I know we all find ourselves asking questions like these at some point or another in our lives. Sometimes we ask about the relationships we enter. Other times about the jobs we’ve taken, or the move we made to the other side of the country. We’ve even asked ourselves this when we support a cause we haven’t researched fully or defend a person we don’t know as well as we think we do. Is it possible to even live life without feelings of Guilt or regret? Is it possible to get through life without making any mistakes? When you look at the words written in front of you it probably feels like a silly question. Of course it’s not possible to never make an error or a bad judgement call. There will always be times when you think something is the right move, and then it just isn’t.
Then there are the big ones. Those life shattering, world ending mistakes we make. At least, that’s how they feel at the time that we’re making them. Sometimes we say something we regret to someone we love, or invest in something we’ve been advised against. We might wait too long to start a long overdue project, or eat the whole pizza instead of just a few slices.
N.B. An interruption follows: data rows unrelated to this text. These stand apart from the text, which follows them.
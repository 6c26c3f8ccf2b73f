import fc from 'fast-check';
import { describe, expect, it } from 'vitest';
import { gridGraph, logNormal } from '../../../../tests/support/territories.ts';
import { ruleFaults } from './check-rules.ts';
import { Dice } from './dice.ts';
import { fromScratch, problemOfScratch, type ScratchProblem } from './from-scratch.ts';
import { treeSplit } from './tree-split.ts';

const squareOf = (side: number): ScratchProblem => ({
	graph: gridGraph(side),
	measures: [{ name: 'cells', values: new Float64Array(side * side).fill(1), tolerance: 0 }],
	count: side,
	seed: 1,
	effort: 'quick',
});

describe('territories from scratch', () => {
	// Fewest borders cut by divisions of a square into rows of equal parts: enumerated over all plans,
	// whose numbers (10, 117, 4,006 and 451,206) are published (OEIS A167248).
	it.each([
		[3, 6],
		[4, 8],
		[5, 16],
		[6, 18],
	])('divide a square of side %i with %i borders cut, the fewest there are', async (side, cuts) => {
		const problem = squareOf(side);
		const plan = await fromScratch(problem);
		if (plan.status !== 'proposed') throw new Error(plan.status);
		expect(ruleFaults(problemOfScratch(problem), plan.assignment)).toEqual([]);
		expect(plan.cutBorders.after).toBe(cuts);
	});

	it('grow from bases, and keep tolerances', async () => {
		const problem = {
			...squareOf(12),
			measures: [{ name: 'load', values: logNormal(144, 0.4, 2), tolerance: 0.1 }],
			count: 4,
			bases: [0, 11, 132, -1],
		};
		const plan = await fromScratch(problem);
		if (plan.status !== 'proposed') throw new Error(plan.status);
		expect(ruleFaults(problemOfScratch(problem), plan.assignment)).toEqual([]);
		expect([plan.assignment[0], plan.assignment[11], plan.assignment[132]]).toEqual([0, 1, 2]);
	});

	it('are told impossible where parts of the map cannot be shared', async () => {
		const problem = squareOf(3);
		const measures = [
			{ ...problem.measures[0], values: Float64Array.of(9, 1, 1, 1, 1, 1, 1, 1, 1) },
		];
		expect((await fromScratch({ ...problem, measures })).status).toBe('impossible');
	});
});

describe('a tree split', () => {
	it('gives two joined parts of the sizes asked for at least', () => {
		fc.assert(
			fc.property(
				fc.integer({ min: 2, max: 8 }),
				fc.integer(),
				fc.double({ min: 0.2, max: 0.8 }),
				(side, seed, share) => {
					const graph = gridGraph(side);
					const units = [...Array(graph.count).keys()];
					const load = logNormal(graph.count, 0.5, 1);
					const parts = treeSplit(graph, units, load, share, [1, 1], new Dice(seed));
					if (!parts) throw new Error('no split');
					expect(parts.flat().sort((a, b) => a - b)).toEqual(units);
					for (const part of parts) expect(isJoined(side, part)).toBe(true);
				},
			),
			{ numRuns: 40, seed: 2 },
		);
	});
});

function isJoined(side: number, cells: number[]): boolean {
	const left = new Set(cells);
	const reach = (cell: number): void => {
		if (!left.delete(cell)) return;
		for (const step of [-side, side]) reach(cell + step);
		if (cell % side > 0) reach(cell - 1);
		if (cell % side < side - 1) reach(cell + 1);
	};
	reach(cells[0]);
	return left.size === 0;
}
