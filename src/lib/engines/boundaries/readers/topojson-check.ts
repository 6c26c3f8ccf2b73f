import type { Topology } from 'topojson-specification';
import type { Limits } from '../options.ts';
import { Refusal } from '../refusal.ts';
import { arcLengths } from './topojson-arcs.ts';

/**
 * Refuses a topology that the reading library would run out of or go astray in: arcs that are no lists
 * of finite numbers, arc indices that point nowhere, and arcs used so often
 * that their points written out would be more than `limits.points`.
 */
export function checkTopology(topology: Topology, limits: Limits): void {
	const { arcs, objects, transform } = topology;
	if (topology.type !== 'Topology' || !Array.isArray(arcs) || !isObject(objects)) {
		throw new Refusal('not-geojson', 'The TopoJSON file lacks its arcs or its objects.');
	}
	if (transform !== undefined) checkTransform(transform);
	const walk = { lengths: arcLengths(topology), points: 0, most: limits.points };
	for (const [name, object] of Object.entries(objects)) {
		walk.points = 0;
		checkObject(object, name, walk);
	}
}

interface Walk {
	/** points of each arc */
	lengths: Uint32Array;
	/** of the layer so far, arcs written out */
	points: number;
	most: number;
}

function checkTransform(transform: { scale?: unknown; translate?: unknown } | null): void {
	const { scale, translate } = transform ?? {};
	if (!isPair(scale) || !isPair(translate) || scale[0] === 0 || scale[1] === 0) {
		const message = 'The transform of the TopoJSON file is not made of numbers other than zero.';
		throw new Refusal('bad-coordinate', message);
	}
}

function checkObject(object: unknown, name: string, walk: Walk, level = 0): void {
	if (level > 8 || !isObject(object)) {
		throw new Refusal('not-geojson', `Layer "${name}" holds something that is no geometry.`);
	}
	const { type, geometries } = object;
	if (type === 'GeometryCollection') {
		if (!Array.isArray(geometries))
			throw new Refusal('not-geojson', `Layer "${name}" has no geometries.`);
		geometries.forEach((inner) => checkObject(inner, name, walk, level + 1));
		return;
	}
	const depth = type === 'Polygon' ? 2 : type === 'MultiPolygon' ? 3 : 0;
	const id = object.id === undefined ? 'A feature' : `Feature "${String(object.id)}"`;
	if (depth) checkArcs(object.arcs, depth, `${id} in layer "${name}"`, walk);
}

function checkArcs(list: unknown, depth: number, place: string, walk: Walk): void {
	if (!Array.isArray(list)) {
		throw new Refusal('bad-arc', `The arcs of ${place} are not lists.`);
	}
	if (depth === 1) return checkRing(list, place, walk);
	for (const entry of list) checkArcs(entry, depth - 1, place, walk);
}

function checkRing(ring: unknown[], place: string, walk: Walk): void {
	const { lengths } = walk;
	ring.forEach((entry) => {
		const arc = entry as number;
		if (!Number.isInteger(arc) || arc >= lengths.length || ~arc >= lengths.length) {
			const message = `${place} names arc ${String(entry)}; there are ${lengths.length}.`;
			throw new Refusal('bad-arc', message);
		}
		walk.points += lengths[arc < 0 ? ~arc : arc];
		if (walk.points > walk.most) {
			const message = `The arcs written out are more than ${walk.most} points, which is the most this reader takes.`;
			throw new Refusal('too-large-unpacked', message);
		}
	});
}

const isObject = (value: unknown): value is Record<string, unknown> =>
	typeof value === 'object' && value !== null && !Array.isArray(value);

const isPair = (value: unknown): value is [number, number] =>
	Array.isArray(value) && Number.isFinite(value[0]) && Number.isFinite(value[1]);
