import { describe, expect, it } from 'vitest';
import { territory } from '../../../../tests/support/small-territories.ts';
import { buildGraph } from '../graph/build-graph.ts';
import { preCheck } from './pre-check.ts';
import { prepare } from './prepared.ts';
import type { Impossible, TerritoryProblem } from './problem.ts';

/** Six units in a row with loads that sum to 60, two territories of three. */
function answer(given: Partial<TerritoryProblem>, tolerance = 0.2): Impossible | null {
	const prepared = prepare({
		graph: buildGraph(6, [0, 1, 2, 3, 4], [1, 2, 3, 4, 5]),
		measures: [{ name: 'visits', values: Float64Array.of(10, 10, 10, 10, 10, 10), tolerance }],
		today: Int32Array.of(0, 0, 0, 1, 1, 1),
		territories: [territory(), territory()],
		goal: 'fewest-moves',
		reach: null,
		seed: 1,
		effort: 'quick',
		...given,
	});
	return 'status' in prepared ? prepared : preCheck(prepared);
}

const visits = (...values: number[]) => [
	{ name: 'visits', values: Float64Array.from(values), tolerance: 0.2 },
];

describe('pre-checks in words', () => {
	it('pass what can be done', () => {
		expect(answer({})).toBeNull();
	});

	it('a unit too heavy, what would do, and that it can be split', () => {
		expect(answer({ measures: visits(5, 5, 5, 5, 40, 0) })).toEqual({
			status: 'impossible',
			reason: 'unit-too-heavy',
			message:
				'#4, which may end in 2 territories, has 40 of visits, and @0 may have 36 at most; ' +
				'a tolerance of 33.4 % for visits would do.',
			witness: { units: [4], territories: [0, 1] },
			relief: [
				{ kind: 'tolerance', measure: 0, value: 40 / 30 - 1 },
				{ kind: 'split', unit: 4 },
			],
		});
	});

	it('units tied together that are too heavy', () => {
		const together = [
			[0, 1],
			[1, 2],
		] as const;
		expect(answer({ measures: visits(15, 15, 15, 5, 5, 5), together })).toMatchObject({
			reason: 'unit-too-heavy',
			witness: { units: [0, 1, 2] },
			relief: [{ kind: 'tolerance', measure: 0, value: 0.5 }],
		});
	});

	it('a lock behind a wall of locks, and which of them to take away', () => {
		const found = answer({ locks: Int32Array.of(0, -1, -1, 1, -1, 0) });
		expect(found).toMatchObject({
			reason: 'lock-cut-off',
			message: '#5 must end in @0, but no chain of units that may end there joins it to #0.',
			witness: { units: [5, 0], territories: [0] },
		});
		expect(found?.relief).toEqual([
			{ kind: 'unlock', unit: 5 },
			{ kind: 'unlock', unit: 0 },
			{ kind: 'unlock', unit: 3 },
		]);
	});

	it('a frozen territory outside its tolerance', () => {
		const territories = [territory({ frozen: true }), territory()];
		expect(answer({ measures: visits(15, 15, 15, 5, 5, 5), territories })).toMatchObject({
			reason: 'frozen-outside-tolerance',
			message:
				'@0 is frozen with 45 of visits, 50 % above its target of 30; ' +
				'a tolerance of that size would do.',
			relief: [
				{ kind: 'unfreeze', territory: 0 },
				{ kind: 'tolerance', measure: 0, value: 0.5 },
			],
		});
	});

	it('an island whose load is no whole number of targets', () => {
		const graph = buildGraph(6, [0, 1, 2, 4], [1, 2, 3, 5]);
		expect(answer({ graph })).toMatchObject({
			reason: 'island-load',
			message:
				'No number of targets within tolerance makes up the 40 of visits of the part of 4 units ' +
				'around #0, where 0 to 2 territories can live; a tolerance of 33.4 % for visits would do.',
			witness: { units: [0, 1, 2, 3], territories: [] },
			relief: [{ kind: 'tolerance', measure: 0 }],
		});
	});

	it('an island without anybody', () => {
		const graph = buildGraph(6, [0, 1, 2, 3], [1, 2, 3, 4]);
		const territories = [territory({ base: 0 }), territory({ base: 4 })];
		expect(answer({ graph, territories })).toMatchObject({
			reason: 'island-load',
			message: 'No territory can take #5.',
		});
	});

	it('fewer units than territories', () => {
		const territories = Array.from({ length: 7 }, () => territory());
		expect(answer({ territories })).toMatchObject({
			reason: 'no-plan',
			message: '7 territories that stay cannot each have one of 6 units.',
		});
	});

	it('a territory that nobody can join', () => {
		const territories = [territory(), territory(), territory()];
		expect(answer({ territories, reach: 1 })).toMatchObject({
			reason: 'no-plan',
			message: '@2 stays but can get no unit: all are fixed elsewhere or out of reach.',
		});
	});
});

describe('rules that contradict each other', () => {
	const bases = [territory({ base: 0 }), territory({ base: 5 })];
	it.each<[string, Partial<TerritoryProblem>]>([
		[
			'#0 is the base of @0, and #0 is locked to @1.',
			{ territories: bases, locks: Int32Array.of(1, -1, -1, -1, -1, -1) },
		],
		[
			'#0 is the base of @0, and #5 is the base of @1, but #0 and #5 must stay together.',
			{ territories: bases, together: [[0, 5]] },
		],
		[
			'#5 must stay together with #0 of @0, but @0 is frozen without #5.',
			{ territories: [territory({ frozen: true }), territory()], together: [[0, 5]] },
		],
		[
			'#1 and #2 must be apart, but both are tied to @0.',
			{ apart: [[1, 2]], locks: Int32Array.of(-1, 0, 0, -1, -1, -1) },
		],
		[
			'#1 and #2 must be apart, but other rules keep them together.',
			{ apart: [[1, 2]], together: [[2, 1]] },
		],
		[
			'#1 is locked to @1, which closes.',
			{
				territories: [territory(), territory({ closing: true })],
				locks: Int32Array.of(-1, 1, -1, -1, -1, -1),
			},
		],
	])('%s', (message, given) => {
		expect(answer(given)).toMatchObject({ reason: 'lock-cut-off', message });
	});
});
There will be times when we make a decision despite the consequences and just as surely as we live to tell about it, there’s a possibility that we live to regret it. And if we regret it, that means we feel guilty about it. How do we survive this? How do we get past the mistakes we didn’t mean to make, and the mistakes we didn’t care about making until it was too late?
First, we have to remember, that nobody’s perfect. We all mess up from time to time. It’s human nature to live a life of trial and error. If you can give yourself permission to be human and to make those mistakes, recovering from them will be that much easier. Second, be remorseful. When we’re truly sorry for the mistakes we’ve made, it makes it easier to keep living life. Third, and final, keep moving forward. The worst way to deal with guilt is to keep sitting in it and not doing something about it. Guilt is not a punishment, but a marker for correction. It’s your mind’s way of telling you that you know it was wrong and to do something about it. God knows he made us imperfect creatures. He knew when each and everyone of us were born the mistakes we would make, but he also knew the people we would become because of them. He knew the stories we’d be able to tell and the lessons we could help others learn because of the mistakes he allowed us to make. If we learn to embrace our mistakes and work towards correction we can activate that grace that He’s given us.
Everyone makes mistakes. How many times have we heard this when we apologize for some wrong we commit? How many times have we said it to someone else when they are faced with an error they made? When we live this life that God has given us, we fail at being perfect in it every single time. The bible tells us we’ve all sinned and fallen short of God’s perfect will. And He forgives us for it every time. “We are made right with God by placing our faith in Jesus Christ. And this is true for everyone who believes, no matter who they are. For everyone has sinned; we all fall short of God’s glorious standard. Yet God, in his grace, freely makes us right in his sight. He did this through Christ Jesus when he freed us from the penalty for our sins.” Romans 3:22-24 According to this, all we have to do is believe. I believe, and I hope you will, too.